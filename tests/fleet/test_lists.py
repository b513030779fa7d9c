"""Lists: they filter, sort, page and export from the address, and ask a constant number of queries."""

from __future__ import annotations

import csv
import io

import pytest
from django.db import connection
from django.test import Client
from django.test.utils import CaptureQueriesContext

from tests import factories as make

pytestmark = pytest.mark.django_db
LISTS = ["/", "/sites/", "/modules/", "/catalogue/", "/catalogue/parts/", "/people/", "/history/", "/looks-wrong/"]


@pytest.fixture
def manager(client: Client) -> Client:
    client.force_login(make.make_manager())
    return client


def fleet(count: int) -> None:
    kind = make.make_type()
    for number in range(count):
        site = make.make_site(name=f"Lock {number}")
        make.make_module(site=site, type=kind)
        part = make.make_part()
        make.make_mode(component=part.component)
        make.make_crew(site)


def queries(client: Client, address: str) -> int:
    with CaptureQueriesContext(
        connection,
    ) as asked:
        assert client.get(address).status_code == 200
    return len(asked)


@pytest.mark.parametrize("address", LISTS)
def test_the_number_of_queries_does_not_grow_with_the_list(manager: Client, address: str) -> None:
    fleet(2)
    manager.get(address)
    few = queries(manager, address)
    fleet(25)
    assert queries(manager, address) <= few
    assert few < 30


def test_words_find_part_of_a_name_whatever_its_case(manager: Client) -> None:
    make.make_site(code="A-1", name="Östra slussen")
    make.make_site(code="A-2", name="Mill Race")
    page = manager.get("/sites/?q=östra SLUSS").content.decode()
    assert "Östra slussen" in page
    assert "Mill Race" not in page


def test_codes_sort_as_people_count(manager: Client) -> None:
    for code in ("K-10", "K-9", "K-100"):
        make.make_module(code=code, site=make.make_site())
    page = manager.get("/modules/").content.decode()
    assert page.index(">K-9<") < page.index(">K-10<") < page.index(">K-100<")
    turned = manager.get("/modules/?sort=-module").content.decode()
    assert turned.index(">K-100<") < turned.index(">K-9<")


def test_a_long_list_has_pages_and_keeps_the_filter(manager: Client) -> None:
    site = make.make_site()
    for number in range(55):
        make.make_module(code=f"Q-{number}", site=site)
    page = manager.get("/modules/?q=Q-").content.decode()
    assert "?q=Q-&amp;page=2" in page
    assert ">Q-54<" in manager.get("/modules/?q=Q-&page=2").content.decode()


def test_the_file_holds_every_row_and_no_formula(manager: Client) -> None:
    for number in range(60):
        make.make_site(code=f"S-{number}", name="=2+3" if number == 7 else "")
    answer = manager.get("/sites/?as=csv")
    body = b"".join(answer.streaming_content).decode("utf-8-sig")
    rows = list(csv.reader(io.StringIO(body)))
    assert len(rows) == 61
    assert rows[0][:3] == ["Site", "Code", "Kind"]
    assert {row[0] for row in rows[1:] if "=" in row[0]} == {"'=2+3"}


@pytest.mark.parametrize(
    "query", ["?sort=nothing", "?page=99999", "?page=-1", "?page=x", "?state=flying", "?q=%00", "?q=" + "x" * 9000]
)
def test_odd_addresses_are_answered(manager: Client, query: str) -> None:
    make.make_module(site=make.make_site())
    for address in ("/modules/", "/sites/", "/catalogue/parts/", "/people/", "/history/", "/search/"):
        assert manager.get(address + query).status_code in {200, 422}


def test_an_empty_list_says_what_to_do(manager: Client) -> None:
    assert "A planner or manager adds the first one" in manager.get("/sites/").content.decode()
    make.make_site(code="A-1")
    assert "Widen a filter" in manager.get("/sites/?q=nowhere").content.decode()


def test_a_search_of_odd_signs_leads_to_the_same_list(manager: Client) -> None:
    for number in range(21):
        make.make_site(code=f"A-{number}", name=f"Alder & Sons #{number} + mill")
    found = manager.get("/search/", {"q": "Alder & Sons #"}).context["found"]
    [sites] = [group for group in found if group["name"] == "Sites"]
    assert sites["more_than_shown"]
    assert manager.get(sites["all_url"]).context["filter"].qs.count() == 21
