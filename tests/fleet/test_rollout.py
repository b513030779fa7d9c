"""A rollout's plan on screen: modules put in by site or tag, what visits log counts as done, nothing half stored."""

from __future__ import annotations

import datetime as dt
from typing import Any

import pytest
from django.test import Client
from django.urls import reverse

from fleet.actions.plan_rollout import plan_rollout
from fleet.actions.save_redesign import PartReplaced, save_redesign
from fleet.models import Fitting, Redesign, RolloutStep
from fleet.rollout import by_site, upgraded_modules, upgraded_outside
from tests.factories import Carriage, make_fitting, make_module, make_planner, make_site, make_type, on

pytestmark = pytest.mark.django_db


class Rollout(Carriage):
    """The small world with a redesign of its nut."""

    def __init__(self) -> None:
        super().__init__()
        self.redesign = save_redesign(by=self.manager, code="LIP", changes=[PartReplaced(self.n2, [self.n1])])
        self.client = Client()
        self.client.force_login(self.manager)

    def more(self, count: int, **fields: Any) -> list[Any]:
        return [make_module(type=self.type, **{"site": self.site, **fields}) for _ in range(count)]

    def upgrade(self, module: Any, day: str, **fields: Any) -> Fitting:
        return make_fitting(module=module, position=self.nut, part=self.n2, fitted_on=on(day), **fields)

    def page(self, data: dict[str, Any] | None = None) -> Any:
        address = reverse("rollout", args=[self.redesign.code])
        return self.client.get(address) if data is None else self.client.post(address, data)


@pytest.fixture
def world() -> Rollout:
    return Rollout()


def test_what_visits_log_counts_as_done(world: Rollout) -> None:
    first, second, third = world.more(3)
    plan_rollout(by=world.manager, redesign=world.redesign, modules=[first, second], first_on=on("2025-01-06"))
    world.upgrade(first, "2025-01-08")
    world.upgrade(second, "2025-01-09", struck_out="wrong module")
    world.upgrade(third, "2025-02-01")
    found = upgraded_modules(world.redesign, [(each.pk, each.type_id) for each in (first, second)])
    assert (found[first.pk].done, found[first.pk].done_on) == (True, on("2025-01-08"))
    assert (found[second.pk].done, found[second.pk].upgraded) == (False, 0)
    assert upgraded_outside(world.redesign, {first.pk, second.pk}) == 1
    page = world.page().content.decode()
    assert "1 of 2 planned modules has the new part in every position." in page.replace("\u00a0", " ")
    assert "Past their planned day: 1." in page


def test_a_module_is_done_when_every_position_has_had_the_new_part(world: Rollout) -> None:
    from tests.factories import make_position

    other = make_position(type=world.type, code="NUT-2", component=world.nuts)
    world.upgrade(world.module, "2025-01-08")
    found = upgraded_modules(world.redesign, [(world.module.pk, world.type.pk)])[world.module.pk]
    assert (found.positions, found.upgraded, found.done, found.done_on) == (2, 1, False, None)
    make_fitting(module=world.module, position=other, part=world.n2, fitted_on=on("2025-03-01"))
    found = upgraded_modules(world.redesign, [(world.module.pk, world.type.pk)])[world.module.pk]
    assert (found.done, found.done_on) == (True, on("2025-03-01"))
    rows = by_site([("WEIR", on("2025-01-01"), found)], dt.date(2025, 4, 1))
    assert [(row.modules, row.done, row.late) for row in rows] == [(1, 1, 0)]


def test_modules_of_a_site_are_put_in_with_a_pace(world: Rollout) -> None:
    world.more(2)
    make_module(type=make_type(), site=world.site)  # holds no nut
    data = {"sites": [world.site.code], "first_on": "2026-01-05", "modules_a_week": "2"}
    assert world.page(data).status_code == 302
    assert RolloutStep.objects.count() == 3
    again = world.page(data)
    assert again.status_code == 422
    assert "all are in the plan already" in again.content.decode()
    assert RolloutStep.objects.count() == 3


def test_tags_are_told_apart_one_by_one(world: Rollout) -> None:
    (one,) = world.more(1)
    page = world.page({"tags": f"{one.code.lower()}, NO-SUCH"})
    assert page.status_code == 422
    assert "NO-SUCH is not in the book" in page.content.decode()
    assert not RolloutStep.objects.exists()
    assert world.page({"tags": f"{one.code.lower()}\n{world.module.code}"}).status_code == 302
    assert [step.module for step in RolloutStep.objects.all()] == [one, world.module]


@pytest.mark.parametrize(
    ("data", "words"),
    [
        ({}, "No module is named"),
        ({"sites": ["NOWHERE"]}, "This is not among the choices"),
        ({"tags": "x", "first_on": "soon"}, "This is no day"),
        ({"tags": "x", "modules_a_week": "0"}, "0 is too little"),
    ],
)
def test_a_plan_that_makes_no_sense_is_told_why(world: Rollout, data: dict[str, Any], words: str) -> None:
    page = world.page(data)
    assert page.status_code == 422
    assert words in page.content.decode()


def test_a_planner_of_one_site_neither_sees_nor_plans_elsewhere(world: Rollout) -> None:
    (elsewhere,) = world.more(1, site=make_site(code="FARAWAY"))
    plan_rollout(by=world.manager, redesign=world.redesign, modules=[elsewhere, world.module])
    world.client.force_login(make_planner(sites=[world.site]))
    page = world.page().content.decode()
    assert elsewhere.code not in page
    assert "FARAWAY" not in page
    assert world.module.code in page
    step = RolloutStep.objects.get(module=elsewhere)
    assert world.client.get(reverse("rollout_step", args=["LIP", step.pk])).status_code == 404
    assert world.page({"tags": elsewhere.code}).status_code == 422


def test_a_step_is_moved_and_taken_out_on_screen(world: Rollout) -> None:
    (step,) = plan_rollout(by=world.manager, redesign=world.redesign, modules=[world.module])
    move = reverse("rollout_step", args=["LIP", step.pk])
    assert world.client.post(move, {"planned_on": "2026-05-04", "version": 1}).status_code == 302
    late = world.client.post(move, {"planned_on": "2026-06-01", "version": 1})
    assert late.status_code == 422
    assert "since you opened it" in late.content.decode()
    drop = reverse("drop_step", args=["LIP", step.pk])
    assert world.client.post(drop, {"reason": "", "version": 2}).status_code == 422
    assert world.client.post(drop, {"reason": "sold", "version": 2}).status_code == 302
    assert "No module is planned yet." in world.page().content.decode()


def test_a_redesign_is_made_and_changed_on_screen(world: Rollout) -> None:
    data = {
        "code": "LIP-2", "name": "second lip", "new_parts": [world.n2.code], "replaced": [world.n1.code], "hope": "1.5",
        "visits_a_failure": "1", "bench_hours_a_failure": "0", "stop_days_a_failure": "1",
    }  # fmt: skip
    assert world.client.post(reverse("new_redesign"), data).status_code == 302
    made = Redesign.objects.get(code="LIP-2")
    assert [part.code for part in made.changes.get().replaces.all()] == [world.n1.code]
    edit = reverse("edit_redesign", args=["LIP-2"])
    opened = world.client.get(edit).content.decode()
    assert f'<option value="{world.n2.code}" selected>' in opened
    wrong = world.client.post(edit, {**data, "replaced": [world.s1.code], "version": 1})
    assert wrong.status_code == 422
    assert f"{world.s1.code} is not replaced" in wrong.content.decode()
    assert world.client.post(edit, {**data, "hope": "2", "version": 1}).status_code == 302
    assert Redesign.objects.get(code="LIP-2").hope == 2


def test_the_plan_goes_out_as_a_file(world: Rollout) -> None:
    plan_rollout(by=world.manager, redesign=world.redesign, modules=[world.module], first_on=on("2026-01-05"))
    answer = world.client.get(reverse("rollout", args=["LIP"]), {"as": "csv"})
    lines = b"".join(answer.streaming_content).decode("utf-8-sig").splitlines()
    assert lines[1] == f"1,{world.module.code},{world.site.code},2026-01-05,,1,0"
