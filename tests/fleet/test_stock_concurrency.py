"""Two people at one store at one moment: the storekeepers Ines and Otto, and Rosa with her van.

As in test_concurrency.py, a meeting point stands where a missing lock would let both through.
"""

from __future__ import annotations

import uuid
from collections.abc import Iterator
from typing import Any

import pytest

from fleet.actions import count_stock as count_stock_file
from fleet.actions import ledger
from fleet.actions import receive_stock as receive_stock_file
from fleet.actions.book_hours import book_hours
from fleet.actions.count_stock import count_stock
from fleet.actions.entries import PartChange
from fleet.actions.errors import AlreadyDone, BadValue, ChangedCount, NotEnough, RecordError
from fleet.actions.finish_job import finish_job
from fleet.actions.issue_part import issue_part
from fleet.actions.log_visit import log_visit
from fleet.actions.place_module import place_module
from fleet.actions.place_supply_order import OrderedPart, place_supply_order
from fleet.actions.rebuild_balances import ledger_sums, wrong_balances
from fleet.actions.receive_stock import receive_delivery, receive_stock
from fleet.actions.take_in_module import take_in_module
from fleet.actions.transfer_stock import transfer_stock
from fleet.models import BenchHours, BenchJob, EntryKey, Person, StockBalance, StockMove, Store, SupplyLine, Visit
from tests.factories import Carriage, at, make_bench, make_depot, make_planner, make_store, on, stock
from tests.fleet.invariants import broken_rules
from tests.fleet.invariants_stock import broken_stock_rules
from tests.fleet.together import Meeting, at_once, raised, recorded

pytestmark = pytest.mark.django_db(transaction=True)


@pytest.fixture(autouse=True)
def sound_afterwards(request: pytest.FixtureRequest, transactional_db: None) -> Iterator[None]:
    yield
    if "without_the_lock" not in request.node.name:
        assert broken_stock_rules() == []


@pytest.fixture
def weir() -> Carriage:
    return Carriage()


@pytest.fixture
def shelf() -> Store:
    return make_store(code="DEPOT", site=make_depot())


@pytest.fixture
def keepers() -> tuple[Person, Person]:
    return make_planner(name="Ines"), make_planner(name="Otto")


def lies(store: Store, weir: Carriage) -> int:
    assert wrong_balances() == {}
    return ledger_sums().get((store.pk, weir.n1.pk, "new"), 0)


def issuing(person: Person, store: Store, weir: Carriage, **fields: Any) -> Any:
    return lambda: issue_part(by=person, store=store, part=weir.n1, reason="for the tank", **fields)


def test_two_people_issue_the_last_one(
    weir: Carriage, shelf: Store, keepers: tuple[Person, Person], monkeypatch: pytest.MonkeyPatch
) -> None:
    stock(shelf, weir.n1, 1)
    meeting = Meeting().after(monkeypatch, ledger, "locked_balances")
    answers = at_once(*[issuing(person, shelf, weir) for person in keepers])
    assert len(recorded(answers)) == 1
    assert "holds none of" in raised(answers, NotEnough)[0].message
    assert lies(shelf, weir) == 0
    assert not meeting.met


@pytest.mark.postgres
def test_without_the_lock_both_would_issue_it(
    weir: Carriage, shelf: Store, keepers: tuple[Person, Person], monkeypatch: pytest.MonkeyPatch
) -> None:
    """The proof that the test above can fail."""
    stock(shelf, weir.n1, 1)

    def unlocked(keys: Any) -> Any:
        return {key: StockBalance.objects.get(store=key[0], part=key[1], condition=key[2]) for key in keys}

    monkeypatch.setattr(ledger, "locked_balances", unlocked)
    meeting = Meeting().after(monkeypatch, ledger, "locked_balances")
    answers = at_once(*[issuing(person, shelf, weir) for person in keepers])
    assert meeting.met
    assert len(recorded(answers)) == 2
    assert ledger_sums()[shelf.pk, weir.n1.pk, "new"] == -1


def test_a_repeated_submit_issues_once(weir: Carriage, shelf: Store, keepers: tuple[Person, Person]) -> None:
    stock(shelf, weir.n1, 5)
    key = uuid.uuid4()
    answers = at_once(*[issuing(keepers[0], shelf, weir, entry_key=key) for _ in range(3)])
    assert len({move.pk for move in recorded(answers)}) == 1
    assert len(recorded(answers)) == 3
    assert lies(shelf, weir) == 4
    assert EntryKey.objects.count() == 1


def test_a_count_during_an_issue(
    weir: Carriage, shelf: Store, keepers: tuple[Person, Person], monkeypatch: pytest.MonkeyPatch
) -> None:
    """Either the issue comes first and the count is asked again, or the count stands and the issue follows it."""
    stock(shelf, weir.n1, 8)
    Meeting().after(monkeypatch, count_stock_file, "check_store")
    answers = at_once(
        issuing(keepers[0], shelf, weir),
        lambda: count_stock(by=keepers[1], store=shelf, part=weir.n1, counted=7, expected=8, reason="one broken"),
    )
    counted = answers[1]
    assert isinstance(answers[0], StockMove)
    if isinstance(counted, ChangedCount):
        assert (counted.data["expected"], counted.data["on_hand"], lies(shelf, weir)) == (8, 7, 7)
    else:
        assert (counted.quantity, lies(shelf, weir)) == (-1, 6)


def test_two_receive_the_same_line(
    weir: Carriage, shelf: Store, keepers: tuple[Person, Person], monkeypatch: pytest.MonkeyPatch
) -> None:
    line = place_supply_order(by=keepers[0], ordered_on=on("2024-03-01"), lines=[OrderedPart(weir.n1, 5)]).lines.get()
    meeting = Meeting().after(monkeypatch, receive_stock_file, "take_from_line")
    answers = at_once(*[lambda p=p: receive_stock(by=p, store=shelf, line=line, quantity=5) for p in keepers])
    assert len(recorded(answers)) == 1
    assert "none is still to come" in raised(answers, BadValue)[0].message
    assert lies(shelf, weir) == 5
    assert not meeting.met


def test_deliveries_and_transfers_crosswise_wait_in_turn(
    weir: Carriage, shelf: Store, keepers: tuple[Person, Person]
) -> None:
    other = make_store()
    for store in (shelf, other):
        for part in (weir.n1, weir.n2):
            stock(store, part, 50)
    orders = [
        place_supply_order(by=keepers[0], ordered_on=on("2024-03-01"), lines=[OrderedPart(a, 20), OrderedPart(b, 20)])
        for a, b in ((weir.n1, weir.n2), (weir.n2, weir.n1))
    ]

    def deliver(order: Any) -> int:
        for _ in range(5):
            receive_delivery(by=keepers[0], store=shelf, quantities=dict.fromkeys(order.lines.all(), 2))
        return 0

    def swap(a: Store, b: Store) -> int:
        for _ in range(6):
            for part in (weir.n1, weir.n2):
                transfer_stock(by=keepers[1], store=a, other_store=b, part=part, quantity=1)
        return 0

    answers = at_once(
        *[lambda order=order: deliver(order) for order in orders],
        lambda: swap(shelf, other),
        lambda: swap(other, shelf),
    )
    assert answers == [0, 0, 0, 0]
    assert (lies(shelf, weir), lies(other, weir)) == (70, 50)
    assert SupplyLine.objects.open().count() == 4


def test_one_log_sent_twice_at_once_takes_its_part_once(weir: Carriage) -> None:
    van = make_store(person=weir.crew)
    stock(van, weir.n2, 5)
    weir.fit()
    key = uuid.uuid4()
    entry = PartChange(position=weir.nut, reason="failed", part=weir.n2)
    answers = at_once(
        *[
            lambda: log_visit(
                by=weir.crew, module=weir.module, happened_at=at("2024-03-09"), changes=[entry], entry_key=key,
                issue_from=van,
            )
            for _ in range(3)
        ]
    )  # fmt: skip
    assert len(recorded(answers)) == 3
    assert (Visit.objects.count(), StockMove.objects.filter(kind="issue").count()) == (1, 1)
    assert wrong_balances() == {}


def test_a_module_is_taken_in_once_by_two(weir: Carriage, keepers: tuple[Person, Person]) -> None:
    depot = make_depot()
    answers = at_once(*[lambda p=p: take_in_module(by=p, module=weir.module, depot=depot) for p in keepers])
    assert len(recorded(answers)) == 1
    assert "was taken in already" in raised(answers, AlreadyDone)[0].message
    assert BenchJob.objects.count() == 1
    assert broken_rules() == []


def test_two_book_on_one_job_and_nothing_is_lost(weir: Carriage, keepers: tuple[Person, Person]) -> None:
    depot = make_depot()
    job = take_in_module(by=keepers[0], module=weir.module, depot=depot)
    greta = make_bench(depot)
    answers = at_once(*[lambda: book_hours(by=greta, job=job, hours=1.5) for _ in range(4)])
    assert len(recorded(answers)) == 4
    assert BenchHours.objects.get().hours == 6


def test_a_job_ends_or_its_module_leaves(weir: Carriage, keepers: tuple[Person, Person]) -> None:
    depot = make_depot()
    job = take_in_module(by=keepers[0], module=weir.module, depot=depot, received_on=on("2024-03-01"))
    answers = at_once(
        lambda: finish_job(by=keepers[0], job=job, outcome="ready", finished_on=on("2024-03-09")),
        lambda: place_module(by=keepers[1], module=weir.module, site=weir.site, from_on=on("2024-03-09")),
    )
    assert isinstance(answers[0], BenchJob)
    assert not isinstance(answers[1], Exception) or isinstance(answers[1], RecordError)
    assert broken_rules() == []
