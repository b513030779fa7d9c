"""Derived rows are made again from the records: the same on every run, and only where something changed."""

from __future__ import annotations

import pytest
from django.db import connection
from django.test.utils import CaptureQueriesContext

from fleet.actions.rebuild_clocks import rebuild_clocks
from fleet.models import ClockPoint, FittingClock, Reading, Stop, Visit
from tests.reliability.small_fleet import SmallFleet, day

pytestmark = pytest.mark.django_db


@pytest.fixture
def fleet() -> SmallFleet:
    fleet = SmallFleet(clock="strokes")
    ada = fleet.module("ADA", fleet.site())
    fleet.fit(ada, 0, 40, "failed")
    fleet.fit(ada, 40)
    fleet.visit(ada, 0.4)
    fleet.visit(ada, 40.4)
    fleet.read(ada, 0.4, strokes=0)
    fleet.read(ada, 40.4, strokes=4000)
    fleet.stop(ada, 38.0, 40.4)
    rebuild_clocks()
    fleet.ada = ada  # type: ignore[attr-defined]
    return fleet


def derived() -> tuple[list[tuple[object, ...]], list[tuple[object, ...]]]:
    return list(ClockPoint.objects.order_by("pk").values_list()), list(
        FittingClock.objects.order_by("pk").values_list()
    )


def test_a_second_run_changes_nothing_and_writes_nothing(fleet: SmallFleet) -> None:
    before = derived()
    with CaptureQueriesContext(
        connection,
    ) as queries:
        rebuild_clocks([fleet.ada.pk])  # type: ignore[attr-defined]
    assert derived() == before
    assert not [query for query in queries if query["sql"].startswith(("INSERT", "UPDATE", "DELETE", "COPY"))]
    assert len(queries) <= 14


def test_the_queries_do_not_grow_with_the_number_of_modules(fleet: SmallFleet) -> None:
    with CaptureQueriesContext(connection) as one:
        rebuild_clocks()
    for number in range(5):
        module = fleet.module(f"BEN-{number}", fleet.ada.placements.get().site)  # type: ignore[attr-defined]
        fleet.fit(module, 0)
    rebuild_clocks()
    with CaptureQueriesContext(connection) as six:
        rebuild_clocks()
    assert len(six) == len(one)


def test_a_nearer_reading_moves_only_what_lies_beside_it(fleet: SmallFleet) -> None:
    kept = {point.day: point.pk for point in ClockPoint.objects.all()}
    fleet.read(fleet.ada, 50.5, strokes=6000)  # type: ignore[attr-defined]
    rebuild_clocks([fleet.ada.pk])  # type: ignore[attr-defined]
    after = {point.day: point.pk for point in ClockPoint.objects.all()}
    begun = day(0).toordinal()
    assert set(after) - set(kept) == {begun + 50.5}
    assert all(after[knot] == kept[knot] for knot in kept if knot < begun + 41)


def test_striking_out_takes_a_fitting_and_a_reading_away(fleet: SmallFleet) -> None:
    Reading.objects.filter(strokes=4000).update(struck_out="other module")
    struck = fleet.ada.fittings.get(reason="failed")  # type: ignore[attr-defined]
    struck.struck_out = "never happened"
    struck.save()
    rebuild_clocks([fleet.ada.pk])  # type: ignore[attr-defined]
    assert not FittingClock.objects.filter(fitting=struck).exists()
    assert not ClockPoint.objects.filter(strokes__gt=0).exists()


def test_struck_out_visits_and_stops_no_longer_count(fleet: SmallFleet) -> None:
    begun = day(0).toordinal()
    last = ClockPoint.objects.latest("day")
    assert ClockPoint.objects.filter(day=begun + 0.4, seen_working=True).exists()
    assert last.days == pytest.approx(last.day - ClockPoint.objects.earliest("day").day - 2.4)
    for model in (Visit, Stop):
        model.objects.update(struck_out="other module")
    rebuild_clocks([fleet.ada.pk])  # type: ignore[attr-defined]
    last = ClockPoint.objects.latest("day")
    assert not ClockPoint.objects.filter(day=begun + 0.4, seen_working=True).exists()
    assert last.days == pytest.approx(last.day - ClockPoint.objects.earliest("day").day)


def test_records_belong_to_the_site_where_the_module_stood(fleet: SmallFleet) -> None:
    ada = fleet.ada  # type: ignore[attr-defined]
    lock = ada.placements.get().site
    assert set(Visit.objects.values_list("site", flat=True)) == {lock.pk}
    depot = fleet.site("DEPOT", kind="depot")
    ada.placements.update(to_on=day(40))
    ada.placements.create(site=depot, from_on=day(40))
    fleet.visit(ada, 45.4)
    rebuild_clocks([ada.pk])
    sites = {visit.happened_on: visit.site_id for visit in Visit.objects.all()}
    assert sites == {day(0): lock.pk, day(40): lock.pk, day(45): depot.pk}
    assert set(Stop.objects.values_list("site", flat=True)) == {lock.pk}
    assert set(Reading.objects.values_list("site", flat=True)) == {lock.pk}


def test_a_site_far_east_has_its_own_day(fleet: SmallFleet) -> None:
    ada = fleet.ada  # type: ignore[attr-defined]
    site = ada.placements.get().site
    site.zone = "Pacific/Auckland"  # 13 hours ahead in January
    site.save()
    fleet.visit(ada, 59.5)
    rebuild_clocks([ada.pk])
    begun = day(0).toordinal()
    assert ClockPoint.objects.filter(day__gt=begun + 60, day__lt=begun + 61, seen_working=True).exists()


def test_a_module_without_any_record_has_no_clock(fleet: SmallFleet) -> None:
    empty = fleet.module("EMPTY", None)
    rebuild_clocks([empty.pk])
    assert not ClockPoint.objects.filter(module=empty).exists()
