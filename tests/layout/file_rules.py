"""Sizes and places of files, and the libraries that are copied into the project."""

from __future__ import annotations

import hashlib
import json
from collections.abc import Iterator
from pathlib import Path

from tests.layout.findings import Finding, files, name_of

LONGEST = 400
MANIFEST = "static/vendor/manifest.json"
MANIFEST_WORDS = ("name", "version", "licence", "sha256")


def files_are_short(root: Path) -> Iterator[Finding]:
    for path in files(root, "*.py", "*.css", "*.js", "*.html", "*.sh"):
        lines = path.read_text(encoding="utf-8").count("\n")
        if lines > LONGEST:
            remedy = f"has {lines} lines; split it by noun or verb into files of at most {LONGEST}"
            yield Finding(name_of(root, path), LONGEST + 1, remedy)


def folders_of_tests_are_packages(root: Path) -> Iterator[Finding]:
    """Without `__init__.py` two test files of one name hide each other."""
    for folder in sorted({path.parent for path in files(root, "*.py", under=("tests",))}):
        while folder != root:
            if not (folder / "__init__.py").exists():
                yield Finding(name_of(root, folder / "__init__.py"), 1, "is missing; add it, empty")
            folder = folder.parent


def copied_libraries_are_as_listed(root: Path) -> Iterator[Finding]:
    """Every file under static/vendor/ is in the manifest with its true checksum, and the other way round."""
    manifest = root / MANIFEST
    folder = manifest.parent
    present = {name_of(folder, path) for path in folder.rglob("*") if path.is_file() and path != manifest}
    if not manifest.exists():
        if present:
            yield Finding(MANIFEST, 1, "is missing; list every copied file with " + ", ".join(MANIFEST_WORDS))
        return
    listed = listed_files(json.loads(manifest.read_text(encoding="utf-8")))
    for name, entry in sorted(listed.items()):
        for word in MANIFEST_WORDS:
            if not entry.get(word):
                yield Finding(MANIFEST, 1, f"says no {word} for {name}; add it")
        if name not in present:
            yield Finding(MANIFEST, 1, f"lists {name}, which is not there; take it out or copy the file in")
        elif entry.get("sha256") != hashlib.sha256((folder / name).read_bytes()).hexdigest():
            yield Finding(f"static/vendor/{name}", 1, "differs from its sha256 in the manifest; copy it again")
    for name in sorted(present - set(listed)):
        if Path(name).stem.upper() not in {"LICENSE", "LICENCE", "OFL"}:
            yield Finding(f"static/vendor/{name}", 1, f"is not in {MANIFEST}; add it with its version and licence")


def listed_files(manifest: list[dict[str, str]]) -> dict[str, dict[str, str]]:
    """The manifest is a list with one entry a file; `file` is the path below static/vendor/."""
    return {entry["file"]: entry for entry in manifest}


RULES = [files_are_short, folders_of_tests_are_packages, copied_libraries_are_as_listed]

·····

WHAT IS NEEDED: Look above for the line that contains "def listed_files(manifest: list[dict[str, str]])". That line and every line after it through the end of the data must be written out exactly, with nothing else.

WRITTEN RESPONSE:
def listed_files(manifest: list[dict[str, str]]) -> dict[str, dict[str, str]]:
    """The manifest is a list with one entry a file; `file` is the path below static/vendor/."""
    return {entry["file"]: entry for entry in manifest}


RULES = [files_are_short, folders_of_tests_are_packages, copied_libraries_are_as_listed]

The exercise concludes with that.